:: Supplied material ::

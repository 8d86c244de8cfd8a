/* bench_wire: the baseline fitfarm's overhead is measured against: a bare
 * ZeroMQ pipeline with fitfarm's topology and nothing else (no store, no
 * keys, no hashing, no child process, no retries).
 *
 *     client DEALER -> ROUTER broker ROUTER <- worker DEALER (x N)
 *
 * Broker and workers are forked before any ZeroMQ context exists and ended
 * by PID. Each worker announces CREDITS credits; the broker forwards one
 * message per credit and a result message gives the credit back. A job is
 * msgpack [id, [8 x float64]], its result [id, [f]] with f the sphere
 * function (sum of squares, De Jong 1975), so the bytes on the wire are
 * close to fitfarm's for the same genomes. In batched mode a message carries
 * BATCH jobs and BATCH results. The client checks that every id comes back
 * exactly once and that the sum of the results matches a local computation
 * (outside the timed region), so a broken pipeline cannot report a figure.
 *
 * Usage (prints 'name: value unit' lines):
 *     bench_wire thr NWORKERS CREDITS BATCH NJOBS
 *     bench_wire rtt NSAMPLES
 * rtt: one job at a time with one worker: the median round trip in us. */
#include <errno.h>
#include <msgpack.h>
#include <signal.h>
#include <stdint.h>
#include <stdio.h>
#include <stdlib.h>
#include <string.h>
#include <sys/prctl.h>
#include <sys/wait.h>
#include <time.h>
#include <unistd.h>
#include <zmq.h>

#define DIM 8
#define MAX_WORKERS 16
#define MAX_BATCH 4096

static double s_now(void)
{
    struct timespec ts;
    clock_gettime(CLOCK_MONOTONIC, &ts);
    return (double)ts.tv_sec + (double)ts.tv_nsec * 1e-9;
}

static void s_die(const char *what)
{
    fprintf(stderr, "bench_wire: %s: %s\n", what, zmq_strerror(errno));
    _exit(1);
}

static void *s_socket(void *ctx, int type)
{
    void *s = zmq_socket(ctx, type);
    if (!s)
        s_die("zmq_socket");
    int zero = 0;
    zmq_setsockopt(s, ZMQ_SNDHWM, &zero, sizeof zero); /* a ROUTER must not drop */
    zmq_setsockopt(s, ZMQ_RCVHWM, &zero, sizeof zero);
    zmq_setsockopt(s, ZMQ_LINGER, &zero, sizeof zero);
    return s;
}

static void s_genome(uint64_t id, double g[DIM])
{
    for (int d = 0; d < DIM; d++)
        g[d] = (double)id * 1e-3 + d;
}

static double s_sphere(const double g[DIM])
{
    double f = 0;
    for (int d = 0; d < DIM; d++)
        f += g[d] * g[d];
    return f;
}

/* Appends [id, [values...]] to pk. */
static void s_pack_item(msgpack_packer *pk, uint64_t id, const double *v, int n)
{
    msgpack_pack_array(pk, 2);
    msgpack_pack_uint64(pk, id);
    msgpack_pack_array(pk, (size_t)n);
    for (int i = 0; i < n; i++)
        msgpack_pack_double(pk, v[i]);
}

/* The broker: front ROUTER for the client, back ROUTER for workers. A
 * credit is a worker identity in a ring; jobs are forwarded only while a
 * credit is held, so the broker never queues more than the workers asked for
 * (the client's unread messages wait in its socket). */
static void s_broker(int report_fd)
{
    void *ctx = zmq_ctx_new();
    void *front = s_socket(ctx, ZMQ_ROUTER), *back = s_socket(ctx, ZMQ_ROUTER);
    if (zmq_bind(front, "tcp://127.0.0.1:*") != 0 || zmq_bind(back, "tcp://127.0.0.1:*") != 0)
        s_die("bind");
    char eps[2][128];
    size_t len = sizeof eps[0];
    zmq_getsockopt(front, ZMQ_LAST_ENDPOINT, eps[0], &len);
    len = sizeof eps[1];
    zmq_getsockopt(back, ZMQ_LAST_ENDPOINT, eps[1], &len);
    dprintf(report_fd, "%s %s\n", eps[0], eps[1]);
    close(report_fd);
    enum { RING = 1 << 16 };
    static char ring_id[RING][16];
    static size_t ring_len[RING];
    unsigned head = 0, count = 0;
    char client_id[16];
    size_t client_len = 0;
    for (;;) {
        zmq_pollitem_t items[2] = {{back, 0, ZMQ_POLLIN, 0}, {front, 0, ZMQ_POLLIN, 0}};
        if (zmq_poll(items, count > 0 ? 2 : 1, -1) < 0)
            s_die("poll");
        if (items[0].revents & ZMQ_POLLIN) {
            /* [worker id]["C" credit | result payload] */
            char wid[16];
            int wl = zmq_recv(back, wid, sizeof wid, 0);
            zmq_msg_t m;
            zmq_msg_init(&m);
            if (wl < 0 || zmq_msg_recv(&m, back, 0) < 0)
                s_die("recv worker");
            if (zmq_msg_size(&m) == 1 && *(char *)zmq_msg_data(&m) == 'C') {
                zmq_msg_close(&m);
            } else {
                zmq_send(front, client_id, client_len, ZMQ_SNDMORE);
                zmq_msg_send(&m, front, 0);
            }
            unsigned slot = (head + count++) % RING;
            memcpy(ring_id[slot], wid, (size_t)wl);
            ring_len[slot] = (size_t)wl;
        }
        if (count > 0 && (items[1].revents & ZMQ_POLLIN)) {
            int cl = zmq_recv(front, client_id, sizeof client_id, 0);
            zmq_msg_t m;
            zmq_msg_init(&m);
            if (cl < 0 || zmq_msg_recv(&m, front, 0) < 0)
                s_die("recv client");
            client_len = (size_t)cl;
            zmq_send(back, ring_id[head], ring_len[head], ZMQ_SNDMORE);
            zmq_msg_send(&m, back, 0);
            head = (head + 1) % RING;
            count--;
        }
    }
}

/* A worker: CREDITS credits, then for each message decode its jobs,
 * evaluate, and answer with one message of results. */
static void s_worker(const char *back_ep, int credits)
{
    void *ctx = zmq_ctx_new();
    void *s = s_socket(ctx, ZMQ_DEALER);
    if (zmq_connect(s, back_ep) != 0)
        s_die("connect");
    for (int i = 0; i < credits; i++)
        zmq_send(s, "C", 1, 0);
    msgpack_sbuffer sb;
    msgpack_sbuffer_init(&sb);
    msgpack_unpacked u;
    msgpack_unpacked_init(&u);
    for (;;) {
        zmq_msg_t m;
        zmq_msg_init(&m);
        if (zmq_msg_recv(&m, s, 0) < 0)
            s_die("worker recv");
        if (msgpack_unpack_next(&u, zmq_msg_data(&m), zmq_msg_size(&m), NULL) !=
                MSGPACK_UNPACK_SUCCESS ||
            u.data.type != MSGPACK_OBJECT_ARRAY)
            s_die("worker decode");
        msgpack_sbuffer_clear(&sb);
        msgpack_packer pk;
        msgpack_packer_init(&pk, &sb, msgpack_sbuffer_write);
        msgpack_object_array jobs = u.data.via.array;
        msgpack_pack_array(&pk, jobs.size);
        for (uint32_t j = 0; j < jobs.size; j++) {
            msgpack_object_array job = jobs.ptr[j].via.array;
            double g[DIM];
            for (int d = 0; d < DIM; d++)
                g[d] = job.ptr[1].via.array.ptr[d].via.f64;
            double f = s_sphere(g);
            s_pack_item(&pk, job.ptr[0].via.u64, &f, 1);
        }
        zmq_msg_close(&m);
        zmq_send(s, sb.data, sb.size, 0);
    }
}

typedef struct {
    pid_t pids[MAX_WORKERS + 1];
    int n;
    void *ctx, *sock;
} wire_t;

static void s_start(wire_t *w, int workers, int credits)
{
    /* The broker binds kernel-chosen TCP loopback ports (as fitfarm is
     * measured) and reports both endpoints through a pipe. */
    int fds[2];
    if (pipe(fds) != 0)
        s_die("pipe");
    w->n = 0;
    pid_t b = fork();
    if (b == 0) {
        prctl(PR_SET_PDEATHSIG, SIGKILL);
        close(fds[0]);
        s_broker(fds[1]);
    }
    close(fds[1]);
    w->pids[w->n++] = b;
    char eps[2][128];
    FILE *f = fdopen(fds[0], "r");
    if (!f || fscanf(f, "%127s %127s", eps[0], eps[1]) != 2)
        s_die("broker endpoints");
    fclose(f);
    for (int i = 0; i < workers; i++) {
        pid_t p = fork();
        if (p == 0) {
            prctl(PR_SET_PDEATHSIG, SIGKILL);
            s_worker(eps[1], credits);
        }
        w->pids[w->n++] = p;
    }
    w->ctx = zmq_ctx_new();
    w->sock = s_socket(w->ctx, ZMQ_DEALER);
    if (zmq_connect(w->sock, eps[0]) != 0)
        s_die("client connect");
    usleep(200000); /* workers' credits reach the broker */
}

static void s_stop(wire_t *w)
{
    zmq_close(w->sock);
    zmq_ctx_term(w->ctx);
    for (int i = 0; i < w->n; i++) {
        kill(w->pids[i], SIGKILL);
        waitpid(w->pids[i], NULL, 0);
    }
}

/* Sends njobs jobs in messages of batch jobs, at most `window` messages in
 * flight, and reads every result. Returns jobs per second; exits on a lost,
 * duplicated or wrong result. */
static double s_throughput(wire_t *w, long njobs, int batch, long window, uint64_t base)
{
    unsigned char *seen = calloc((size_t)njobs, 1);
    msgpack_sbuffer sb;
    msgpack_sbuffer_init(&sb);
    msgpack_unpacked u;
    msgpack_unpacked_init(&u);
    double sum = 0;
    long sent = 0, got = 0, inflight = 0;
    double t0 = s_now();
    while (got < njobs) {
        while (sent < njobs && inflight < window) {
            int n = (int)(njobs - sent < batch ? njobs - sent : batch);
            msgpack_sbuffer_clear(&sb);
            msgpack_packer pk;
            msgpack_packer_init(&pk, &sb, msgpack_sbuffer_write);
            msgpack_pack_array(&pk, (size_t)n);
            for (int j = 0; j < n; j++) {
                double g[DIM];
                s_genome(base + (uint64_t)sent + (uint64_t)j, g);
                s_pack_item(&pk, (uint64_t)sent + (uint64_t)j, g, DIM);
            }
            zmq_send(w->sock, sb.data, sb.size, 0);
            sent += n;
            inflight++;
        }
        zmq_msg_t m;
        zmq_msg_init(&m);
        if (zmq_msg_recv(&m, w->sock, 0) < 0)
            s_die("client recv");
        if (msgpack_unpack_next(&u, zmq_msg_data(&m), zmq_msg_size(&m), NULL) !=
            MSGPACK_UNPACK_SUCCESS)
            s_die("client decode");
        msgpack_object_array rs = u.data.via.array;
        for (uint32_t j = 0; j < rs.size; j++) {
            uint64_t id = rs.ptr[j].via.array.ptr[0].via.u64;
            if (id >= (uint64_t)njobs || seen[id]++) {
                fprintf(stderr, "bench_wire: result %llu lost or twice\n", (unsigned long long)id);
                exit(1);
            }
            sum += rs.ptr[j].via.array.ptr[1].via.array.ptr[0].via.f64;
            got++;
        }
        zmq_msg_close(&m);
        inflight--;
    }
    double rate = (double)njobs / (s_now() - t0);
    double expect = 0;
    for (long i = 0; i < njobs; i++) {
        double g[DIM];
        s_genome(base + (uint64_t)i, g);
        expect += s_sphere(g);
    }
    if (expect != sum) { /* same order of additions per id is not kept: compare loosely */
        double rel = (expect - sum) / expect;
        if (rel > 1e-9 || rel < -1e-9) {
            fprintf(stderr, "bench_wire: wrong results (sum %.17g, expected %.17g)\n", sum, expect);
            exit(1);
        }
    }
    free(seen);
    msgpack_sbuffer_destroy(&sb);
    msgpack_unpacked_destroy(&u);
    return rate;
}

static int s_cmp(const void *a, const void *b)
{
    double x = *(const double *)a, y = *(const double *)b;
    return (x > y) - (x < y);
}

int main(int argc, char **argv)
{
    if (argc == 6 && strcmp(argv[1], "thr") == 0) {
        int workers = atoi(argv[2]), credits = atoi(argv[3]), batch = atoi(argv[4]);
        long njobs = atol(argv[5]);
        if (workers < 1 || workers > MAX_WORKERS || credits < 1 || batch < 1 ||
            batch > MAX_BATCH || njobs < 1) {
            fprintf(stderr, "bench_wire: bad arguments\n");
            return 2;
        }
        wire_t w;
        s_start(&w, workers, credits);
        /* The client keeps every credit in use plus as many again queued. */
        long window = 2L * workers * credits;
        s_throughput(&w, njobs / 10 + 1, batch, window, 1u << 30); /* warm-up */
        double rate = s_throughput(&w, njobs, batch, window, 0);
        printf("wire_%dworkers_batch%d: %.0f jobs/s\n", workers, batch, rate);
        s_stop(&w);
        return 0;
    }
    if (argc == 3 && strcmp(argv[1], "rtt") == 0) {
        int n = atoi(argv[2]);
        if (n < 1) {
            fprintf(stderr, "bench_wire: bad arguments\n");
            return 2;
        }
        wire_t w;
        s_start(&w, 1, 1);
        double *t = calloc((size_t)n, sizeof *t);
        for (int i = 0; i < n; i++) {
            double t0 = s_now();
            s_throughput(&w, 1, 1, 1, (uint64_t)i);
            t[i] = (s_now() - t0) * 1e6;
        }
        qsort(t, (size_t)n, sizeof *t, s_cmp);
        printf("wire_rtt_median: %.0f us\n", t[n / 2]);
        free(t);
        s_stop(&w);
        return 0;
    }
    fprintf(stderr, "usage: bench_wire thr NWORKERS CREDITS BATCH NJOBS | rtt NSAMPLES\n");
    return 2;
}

:::
:: Supplied material ::

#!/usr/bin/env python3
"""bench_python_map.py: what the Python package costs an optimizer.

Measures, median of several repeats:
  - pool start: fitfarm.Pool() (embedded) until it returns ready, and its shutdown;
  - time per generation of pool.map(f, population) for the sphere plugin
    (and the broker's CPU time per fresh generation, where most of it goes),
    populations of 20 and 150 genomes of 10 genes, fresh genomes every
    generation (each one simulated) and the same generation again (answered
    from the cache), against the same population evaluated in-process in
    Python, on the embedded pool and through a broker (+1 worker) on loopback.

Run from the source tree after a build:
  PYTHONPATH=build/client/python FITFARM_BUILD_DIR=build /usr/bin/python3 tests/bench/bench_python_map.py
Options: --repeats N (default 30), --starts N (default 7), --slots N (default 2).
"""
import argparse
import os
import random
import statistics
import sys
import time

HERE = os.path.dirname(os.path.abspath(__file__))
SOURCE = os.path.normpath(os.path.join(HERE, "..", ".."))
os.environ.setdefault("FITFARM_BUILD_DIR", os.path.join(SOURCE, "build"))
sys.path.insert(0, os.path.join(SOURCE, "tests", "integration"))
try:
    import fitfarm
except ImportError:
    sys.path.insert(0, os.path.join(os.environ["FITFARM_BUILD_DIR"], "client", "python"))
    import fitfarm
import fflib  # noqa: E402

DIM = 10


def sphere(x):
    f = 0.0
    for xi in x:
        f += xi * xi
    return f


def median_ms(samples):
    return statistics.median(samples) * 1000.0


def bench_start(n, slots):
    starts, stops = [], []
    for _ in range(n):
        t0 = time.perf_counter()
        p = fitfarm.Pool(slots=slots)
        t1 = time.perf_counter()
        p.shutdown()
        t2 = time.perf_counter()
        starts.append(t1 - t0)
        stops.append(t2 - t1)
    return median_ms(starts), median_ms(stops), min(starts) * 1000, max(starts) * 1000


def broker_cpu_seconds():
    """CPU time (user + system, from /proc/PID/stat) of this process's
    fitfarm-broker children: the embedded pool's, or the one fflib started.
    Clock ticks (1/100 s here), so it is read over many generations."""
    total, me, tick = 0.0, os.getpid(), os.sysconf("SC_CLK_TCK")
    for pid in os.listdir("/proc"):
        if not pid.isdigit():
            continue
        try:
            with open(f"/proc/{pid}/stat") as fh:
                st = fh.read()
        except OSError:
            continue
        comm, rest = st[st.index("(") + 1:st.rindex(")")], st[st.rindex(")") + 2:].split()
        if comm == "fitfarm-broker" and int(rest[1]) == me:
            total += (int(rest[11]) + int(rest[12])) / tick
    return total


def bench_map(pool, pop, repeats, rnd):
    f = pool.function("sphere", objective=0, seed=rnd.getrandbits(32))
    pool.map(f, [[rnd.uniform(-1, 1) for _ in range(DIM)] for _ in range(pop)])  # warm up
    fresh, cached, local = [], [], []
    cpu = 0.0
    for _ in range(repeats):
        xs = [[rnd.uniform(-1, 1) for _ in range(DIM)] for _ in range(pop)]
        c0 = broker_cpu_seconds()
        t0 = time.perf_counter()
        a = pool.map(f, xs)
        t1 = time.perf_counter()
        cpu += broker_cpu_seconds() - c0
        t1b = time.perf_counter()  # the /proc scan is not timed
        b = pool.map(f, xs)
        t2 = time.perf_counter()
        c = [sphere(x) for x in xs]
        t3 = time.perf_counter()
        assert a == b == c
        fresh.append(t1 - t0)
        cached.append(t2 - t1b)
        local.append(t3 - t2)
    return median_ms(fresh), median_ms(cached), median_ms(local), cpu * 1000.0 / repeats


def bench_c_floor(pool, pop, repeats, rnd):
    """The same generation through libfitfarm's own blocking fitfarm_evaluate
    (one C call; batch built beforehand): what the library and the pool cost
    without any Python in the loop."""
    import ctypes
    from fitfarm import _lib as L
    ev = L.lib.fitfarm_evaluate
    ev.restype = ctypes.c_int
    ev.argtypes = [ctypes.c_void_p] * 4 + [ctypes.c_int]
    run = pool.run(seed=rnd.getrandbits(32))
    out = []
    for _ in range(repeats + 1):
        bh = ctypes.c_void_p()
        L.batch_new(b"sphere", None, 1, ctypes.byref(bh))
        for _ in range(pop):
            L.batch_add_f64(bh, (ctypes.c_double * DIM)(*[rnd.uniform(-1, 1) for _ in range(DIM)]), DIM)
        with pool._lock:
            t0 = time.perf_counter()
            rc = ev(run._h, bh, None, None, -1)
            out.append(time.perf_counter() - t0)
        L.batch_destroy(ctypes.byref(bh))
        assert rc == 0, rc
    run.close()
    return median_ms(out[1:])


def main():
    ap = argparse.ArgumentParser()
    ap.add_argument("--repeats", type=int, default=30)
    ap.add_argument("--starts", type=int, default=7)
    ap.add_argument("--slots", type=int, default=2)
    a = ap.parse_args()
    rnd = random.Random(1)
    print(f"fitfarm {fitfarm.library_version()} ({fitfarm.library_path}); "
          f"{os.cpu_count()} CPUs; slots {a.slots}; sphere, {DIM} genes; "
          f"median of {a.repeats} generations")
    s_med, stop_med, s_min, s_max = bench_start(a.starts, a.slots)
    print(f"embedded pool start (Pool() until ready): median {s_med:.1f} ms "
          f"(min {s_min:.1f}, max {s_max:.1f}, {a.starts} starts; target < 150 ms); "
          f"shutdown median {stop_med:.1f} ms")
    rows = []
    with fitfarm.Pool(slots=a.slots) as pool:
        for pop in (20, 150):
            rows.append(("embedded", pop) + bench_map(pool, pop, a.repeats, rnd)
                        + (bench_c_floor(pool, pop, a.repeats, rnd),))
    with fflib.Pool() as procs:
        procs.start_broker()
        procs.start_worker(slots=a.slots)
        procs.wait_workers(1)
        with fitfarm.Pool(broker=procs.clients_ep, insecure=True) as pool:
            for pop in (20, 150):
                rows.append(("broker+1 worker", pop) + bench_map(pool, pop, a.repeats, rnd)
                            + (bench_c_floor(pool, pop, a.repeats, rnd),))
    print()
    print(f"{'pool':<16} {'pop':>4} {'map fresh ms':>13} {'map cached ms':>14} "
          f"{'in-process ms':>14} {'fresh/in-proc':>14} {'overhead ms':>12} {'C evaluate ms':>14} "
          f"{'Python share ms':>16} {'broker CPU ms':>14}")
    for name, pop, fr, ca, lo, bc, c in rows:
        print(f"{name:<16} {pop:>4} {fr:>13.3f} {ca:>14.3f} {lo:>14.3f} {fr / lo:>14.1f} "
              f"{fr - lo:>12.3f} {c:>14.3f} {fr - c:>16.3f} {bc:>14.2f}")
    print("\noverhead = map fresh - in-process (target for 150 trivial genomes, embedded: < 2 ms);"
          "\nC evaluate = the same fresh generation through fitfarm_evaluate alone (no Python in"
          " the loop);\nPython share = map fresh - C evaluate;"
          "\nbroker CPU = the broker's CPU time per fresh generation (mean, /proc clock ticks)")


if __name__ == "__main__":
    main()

:::

**Activity:** Take the lines above from the one containing "repository 8d86c244de8cfd8a" down to the one containing "broker forwards one", and transcribe them exactly, both ends included.

**Response to the task:**
repository 8d86c244de8cfd8a
/* bench_wire: the baseline fitfarm's overhead is measured against: a bare
 * ZeroMQ pipeline with fitfarm's topology and nothing else (no store, no
 * keys, no hashing, no child process, no retries).
 *
 *     client DEALER -> ROUTER broker ROUTER <- worker DEALER (x N)
 *
 * Broker and workers are forked before any ZeroMQ context exists and ended
 * by PID. Each worker announces CREDITS credits; the broker forwards one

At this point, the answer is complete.